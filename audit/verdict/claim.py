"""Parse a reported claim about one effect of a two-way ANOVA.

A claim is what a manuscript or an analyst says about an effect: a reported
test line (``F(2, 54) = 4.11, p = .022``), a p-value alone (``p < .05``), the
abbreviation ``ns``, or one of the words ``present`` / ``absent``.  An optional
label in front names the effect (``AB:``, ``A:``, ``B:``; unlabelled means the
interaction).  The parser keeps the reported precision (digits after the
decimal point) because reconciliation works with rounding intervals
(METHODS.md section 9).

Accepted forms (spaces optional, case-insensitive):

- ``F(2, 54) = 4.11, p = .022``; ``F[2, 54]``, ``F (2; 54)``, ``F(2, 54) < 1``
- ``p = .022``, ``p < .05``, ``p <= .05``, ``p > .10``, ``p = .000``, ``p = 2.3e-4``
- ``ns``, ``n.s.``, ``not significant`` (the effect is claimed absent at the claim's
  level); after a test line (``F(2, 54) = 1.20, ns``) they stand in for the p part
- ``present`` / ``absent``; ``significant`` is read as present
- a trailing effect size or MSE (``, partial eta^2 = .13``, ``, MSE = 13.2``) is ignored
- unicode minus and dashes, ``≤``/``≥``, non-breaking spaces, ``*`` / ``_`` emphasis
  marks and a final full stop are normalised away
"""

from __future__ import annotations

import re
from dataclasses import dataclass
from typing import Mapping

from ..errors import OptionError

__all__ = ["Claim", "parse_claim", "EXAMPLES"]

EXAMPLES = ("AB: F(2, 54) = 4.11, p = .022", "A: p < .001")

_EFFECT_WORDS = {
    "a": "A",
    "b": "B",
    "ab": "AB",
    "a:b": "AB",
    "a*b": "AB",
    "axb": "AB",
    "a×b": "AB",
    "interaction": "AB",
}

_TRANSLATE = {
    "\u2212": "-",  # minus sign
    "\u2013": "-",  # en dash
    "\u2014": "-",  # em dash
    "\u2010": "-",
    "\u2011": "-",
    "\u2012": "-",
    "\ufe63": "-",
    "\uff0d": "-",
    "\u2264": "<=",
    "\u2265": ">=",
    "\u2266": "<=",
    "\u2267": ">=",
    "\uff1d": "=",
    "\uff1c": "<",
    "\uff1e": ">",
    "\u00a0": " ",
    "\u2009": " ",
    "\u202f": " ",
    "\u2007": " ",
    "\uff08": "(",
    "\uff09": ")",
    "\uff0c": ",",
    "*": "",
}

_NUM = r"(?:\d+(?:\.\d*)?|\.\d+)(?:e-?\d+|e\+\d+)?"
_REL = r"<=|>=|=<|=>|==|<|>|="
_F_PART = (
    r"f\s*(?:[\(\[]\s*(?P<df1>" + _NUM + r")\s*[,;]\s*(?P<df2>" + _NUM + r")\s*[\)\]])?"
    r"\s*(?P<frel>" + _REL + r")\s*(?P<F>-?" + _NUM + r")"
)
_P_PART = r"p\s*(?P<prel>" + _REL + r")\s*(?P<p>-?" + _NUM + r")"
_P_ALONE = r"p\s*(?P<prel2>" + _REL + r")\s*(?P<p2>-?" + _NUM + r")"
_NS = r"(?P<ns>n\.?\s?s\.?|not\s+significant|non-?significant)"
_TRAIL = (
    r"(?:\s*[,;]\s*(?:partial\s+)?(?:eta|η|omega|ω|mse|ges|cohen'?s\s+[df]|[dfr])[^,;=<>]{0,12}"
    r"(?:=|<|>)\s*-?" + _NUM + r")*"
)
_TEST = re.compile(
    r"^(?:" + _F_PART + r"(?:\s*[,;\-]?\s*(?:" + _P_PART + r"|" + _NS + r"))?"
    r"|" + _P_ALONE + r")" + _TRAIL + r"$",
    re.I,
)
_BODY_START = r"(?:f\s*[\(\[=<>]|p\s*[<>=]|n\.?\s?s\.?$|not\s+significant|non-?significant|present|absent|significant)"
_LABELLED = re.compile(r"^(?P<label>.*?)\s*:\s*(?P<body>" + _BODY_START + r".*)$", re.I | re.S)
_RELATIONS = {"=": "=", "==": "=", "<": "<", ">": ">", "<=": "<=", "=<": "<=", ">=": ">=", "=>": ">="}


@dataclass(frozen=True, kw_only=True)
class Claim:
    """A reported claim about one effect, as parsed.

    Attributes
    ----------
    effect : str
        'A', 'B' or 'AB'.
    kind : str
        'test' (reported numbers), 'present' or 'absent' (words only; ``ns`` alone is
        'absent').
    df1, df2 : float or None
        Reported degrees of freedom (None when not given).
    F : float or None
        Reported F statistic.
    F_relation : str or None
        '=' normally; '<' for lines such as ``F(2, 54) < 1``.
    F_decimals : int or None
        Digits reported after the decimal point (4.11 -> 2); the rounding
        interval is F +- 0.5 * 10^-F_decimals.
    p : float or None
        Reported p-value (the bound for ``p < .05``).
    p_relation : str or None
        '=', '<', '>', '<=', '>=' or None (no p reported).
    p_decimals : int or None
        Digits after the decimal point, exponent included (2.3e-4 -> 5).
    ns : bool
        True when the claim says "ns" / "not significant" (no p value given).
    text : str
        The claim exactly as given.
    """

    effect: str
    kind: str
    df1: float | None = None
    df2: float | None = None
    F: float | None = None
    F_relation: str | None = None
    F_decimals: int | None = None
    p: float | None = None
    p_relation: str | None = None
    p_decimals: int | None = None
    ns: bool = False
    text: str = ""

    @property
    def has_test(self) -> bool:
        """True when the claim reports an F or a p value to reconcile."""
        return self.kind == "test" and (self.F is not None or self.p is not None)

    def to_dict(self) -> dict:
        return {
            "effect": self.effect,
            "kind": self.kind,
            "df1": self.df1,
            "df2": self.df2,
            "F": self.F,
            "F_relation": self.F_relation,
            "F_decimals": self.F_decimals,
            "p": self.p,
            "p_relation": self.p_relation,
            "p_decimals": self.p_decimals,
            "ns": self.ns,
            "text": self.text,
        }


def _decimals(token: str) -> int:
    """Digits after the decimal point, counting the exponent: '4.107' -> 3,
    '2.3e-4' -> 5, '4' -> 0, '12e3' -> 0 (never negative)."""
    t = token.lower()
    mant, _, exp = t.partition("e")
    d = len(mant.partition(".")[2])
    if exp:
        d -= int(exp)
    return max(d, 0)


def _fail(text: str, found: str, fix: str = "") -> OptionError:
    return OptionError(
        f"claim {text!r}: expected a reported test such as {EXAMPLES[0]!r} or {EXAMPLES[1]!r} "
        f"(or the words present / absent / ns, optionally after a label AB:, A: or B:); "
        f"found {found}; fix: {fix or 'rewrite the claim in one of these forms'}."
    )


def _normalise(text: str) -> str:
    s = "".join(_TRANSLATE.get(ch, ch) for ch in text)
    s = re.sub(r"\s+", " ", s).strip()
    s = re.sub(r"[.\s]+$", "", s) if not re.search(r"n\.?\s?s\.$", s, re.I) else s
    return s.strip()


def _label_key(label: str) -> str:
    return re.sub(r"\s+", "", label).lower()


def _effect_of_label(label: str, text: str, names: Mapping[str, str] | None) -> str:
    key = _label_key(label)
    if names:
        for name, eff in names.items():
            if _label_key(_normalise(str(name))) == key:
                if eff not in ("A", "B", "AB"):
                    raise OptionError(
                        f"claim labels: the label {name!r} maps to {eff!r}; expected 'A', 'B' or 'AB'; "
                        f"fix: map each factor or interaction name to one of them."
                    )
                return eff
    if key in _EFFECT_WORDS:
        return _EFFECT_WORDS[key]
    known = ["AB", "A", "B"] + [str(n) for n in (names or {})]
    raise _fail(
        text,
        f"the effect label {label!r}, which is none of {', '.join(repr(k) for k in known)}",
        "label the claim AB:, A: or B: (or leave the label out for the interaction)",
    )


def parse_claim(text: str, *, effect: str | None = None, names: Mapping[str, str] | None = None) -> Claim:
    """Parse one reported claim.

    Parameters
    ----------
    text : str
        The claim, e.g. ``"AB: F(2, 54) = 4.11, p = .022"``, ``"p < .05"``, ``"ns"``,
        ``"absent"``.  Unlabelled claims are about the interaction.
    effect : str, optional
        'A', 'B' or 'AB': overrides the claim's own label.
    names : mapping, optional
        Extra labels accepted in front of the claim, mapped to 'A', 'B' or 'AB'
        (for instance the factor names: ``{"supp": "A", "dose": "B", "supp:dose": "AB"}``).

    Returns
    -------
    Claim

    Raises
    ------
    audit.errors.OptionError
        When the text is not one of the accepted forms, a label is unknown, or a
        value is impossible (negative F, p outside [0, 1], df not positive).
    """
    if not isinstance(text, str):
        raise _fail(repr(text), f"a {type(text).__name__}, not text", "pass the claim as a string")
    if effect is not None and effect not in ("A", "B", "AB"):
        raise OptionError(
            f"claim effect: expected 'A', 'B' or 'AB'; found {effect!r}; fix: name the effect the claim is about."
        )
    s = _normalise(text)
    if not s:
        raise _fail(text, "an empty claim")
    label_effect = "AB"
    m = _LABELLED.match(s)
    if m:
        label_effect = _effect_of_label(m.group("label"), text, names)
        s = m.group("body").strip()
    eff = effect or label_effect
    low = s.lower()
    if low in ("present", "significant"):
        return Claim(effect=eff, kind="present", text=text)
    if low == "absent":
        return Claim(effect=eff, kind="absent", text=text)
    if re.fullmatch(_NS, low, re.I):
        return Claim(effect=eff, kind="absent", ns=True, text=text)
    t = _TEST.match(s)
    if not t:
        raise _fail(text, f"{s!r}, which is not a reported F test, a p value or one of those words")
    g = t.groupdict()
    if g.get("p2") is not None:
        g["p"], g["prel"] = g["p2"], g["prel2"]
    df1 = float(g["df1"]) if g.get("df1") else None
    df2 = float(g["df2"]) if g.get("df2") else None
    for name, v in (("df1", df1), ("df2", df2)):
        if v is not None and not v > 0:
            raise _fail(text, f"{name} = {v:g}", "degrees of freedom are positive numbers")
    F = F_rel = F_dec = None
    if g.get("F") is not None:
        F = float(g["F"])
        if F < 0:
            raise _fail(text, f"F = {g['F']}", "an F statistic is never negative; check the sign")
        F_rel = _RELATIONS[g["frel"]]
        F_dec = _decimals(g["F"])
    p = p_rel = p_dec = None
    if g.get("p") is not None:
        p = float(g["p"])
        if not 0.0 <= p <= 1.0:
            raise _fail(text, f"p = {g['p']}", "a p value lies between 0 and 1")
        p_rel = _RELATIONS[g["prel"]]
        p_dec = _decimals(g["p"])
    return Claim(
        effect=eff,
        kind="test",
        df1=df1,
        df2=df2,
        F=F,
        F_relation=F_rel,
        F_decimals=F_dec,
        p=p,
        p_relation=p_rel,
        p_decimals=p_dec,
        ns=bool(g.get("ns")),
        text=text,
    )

- - - - -

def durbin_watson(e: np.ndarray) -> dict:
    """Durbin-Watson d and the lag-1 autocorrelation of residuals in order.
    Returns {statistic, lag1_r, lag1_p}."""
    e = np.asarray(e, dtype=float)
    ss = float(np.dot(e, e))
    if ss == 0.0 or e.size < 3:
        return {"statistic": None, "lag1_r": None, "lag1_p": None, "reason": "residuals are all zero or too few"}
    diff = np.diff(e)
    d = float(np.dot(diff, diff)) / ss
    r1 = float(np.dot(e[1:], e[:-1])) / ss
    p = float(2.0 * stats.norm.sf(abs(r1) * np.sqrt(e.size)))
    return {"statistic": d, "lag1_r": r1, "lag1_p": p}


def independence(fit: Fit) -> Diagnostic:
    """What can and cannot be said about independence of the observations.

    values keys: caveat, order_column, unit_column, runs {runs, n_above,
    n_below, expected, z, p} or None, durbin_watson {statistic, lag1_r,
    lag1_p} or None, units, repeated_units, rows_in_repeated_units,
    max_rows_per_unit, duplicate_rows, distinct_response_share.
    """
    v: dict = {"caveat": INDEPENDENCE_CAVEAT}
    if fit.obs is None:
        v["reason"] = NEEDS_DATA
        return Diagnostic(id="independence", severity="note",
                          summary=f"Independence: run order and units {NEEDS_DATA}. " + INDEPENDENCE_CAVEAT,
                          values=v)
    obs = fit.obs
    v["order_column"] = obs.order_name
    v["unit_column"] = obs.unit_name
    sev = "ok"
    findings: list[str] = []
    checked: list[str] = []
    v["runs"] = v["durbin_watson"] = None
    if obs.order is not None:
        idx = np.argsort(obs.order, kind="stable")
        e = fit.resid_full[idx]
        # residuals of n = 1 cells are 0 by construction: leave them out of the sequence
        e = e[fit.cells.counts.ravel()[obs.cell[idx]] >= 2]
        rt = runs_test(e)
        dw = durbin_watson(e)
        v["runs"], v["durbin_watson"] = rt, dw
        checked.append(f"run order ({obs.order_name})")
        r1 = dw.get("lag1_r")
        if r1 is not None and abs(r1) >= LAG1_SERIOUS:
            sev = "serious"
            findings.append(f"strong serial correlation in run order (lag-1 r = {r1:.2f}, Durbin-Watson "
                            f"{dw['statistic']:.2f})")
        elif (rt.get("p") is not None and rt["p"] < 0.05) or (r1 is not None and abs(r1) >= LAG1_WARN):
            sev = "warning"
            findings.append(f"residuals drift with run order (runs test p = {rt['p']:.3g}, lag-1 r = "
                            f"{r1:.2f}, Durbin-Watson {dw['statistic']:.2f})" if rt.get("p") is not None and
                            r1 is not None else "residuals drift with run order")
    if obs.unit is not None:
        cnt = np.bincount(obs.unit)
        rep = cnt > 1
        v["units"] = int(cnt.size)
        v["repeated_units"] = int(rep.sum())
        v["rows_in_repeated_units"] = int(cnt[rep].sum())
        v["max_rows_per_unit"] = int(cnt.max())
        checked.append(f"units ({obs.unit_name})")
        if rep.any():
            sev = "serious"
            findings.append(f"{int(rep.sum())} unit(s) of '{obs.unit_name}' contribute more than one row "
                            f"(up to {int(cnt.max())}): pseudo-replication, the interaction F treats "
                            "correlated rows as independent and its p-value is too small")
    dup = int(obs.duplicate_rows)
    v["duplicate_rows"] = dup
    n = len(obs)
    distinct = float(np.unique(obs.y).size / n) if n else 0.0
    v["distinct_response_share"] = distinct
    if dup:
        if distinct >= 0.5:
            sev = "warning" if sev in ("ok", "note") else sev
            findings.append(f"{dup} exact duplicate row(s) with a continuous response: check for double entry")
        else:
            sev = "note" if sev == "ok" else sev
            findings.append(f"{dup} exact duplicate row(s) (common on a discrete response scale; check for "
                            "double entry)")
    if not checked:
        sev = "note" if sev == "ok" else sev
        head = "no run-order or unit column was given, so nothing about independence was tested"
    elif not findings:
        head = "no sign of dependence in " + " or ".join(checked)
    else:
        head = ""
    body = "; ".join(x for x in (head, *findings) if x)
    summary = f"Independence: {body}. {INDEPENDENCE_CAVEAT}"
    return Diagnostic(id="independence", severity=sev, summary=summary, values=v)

- - - - -

▶ [Task]
Set down precisely the lines above between the line holding "of the words" and the line holding "at the claim's", inclusive, and nothing beyond them.

▶ [Solution to this task]
abbreviation ``ns``, or one of the words ``present`` / ``absent``.  An optional
label in front names the effect (``AB:``, ``A:``, ``B:``; unlabelled means the
interaction).  The parser keeps the reported precision (digits after the
decimal point) because reconciliation works with rounding intervals
(METHODS.md section 9).

Accepted forms (spaces optional, case-insensitive):

- ``F(2, 54) = 4.11, p = .022``; ``F[2, 54]``, ``F (2; 54)``, ``F(2, 54) < 1``
- ``p = .022``, ``p < .05``, ``p <= .05``, ``p > .10``, ``p = .000``, ``p = 2.3e-4``
- ``ns``, ``n.s.``, ``not significant`` (the effect is claimed absent at the claim's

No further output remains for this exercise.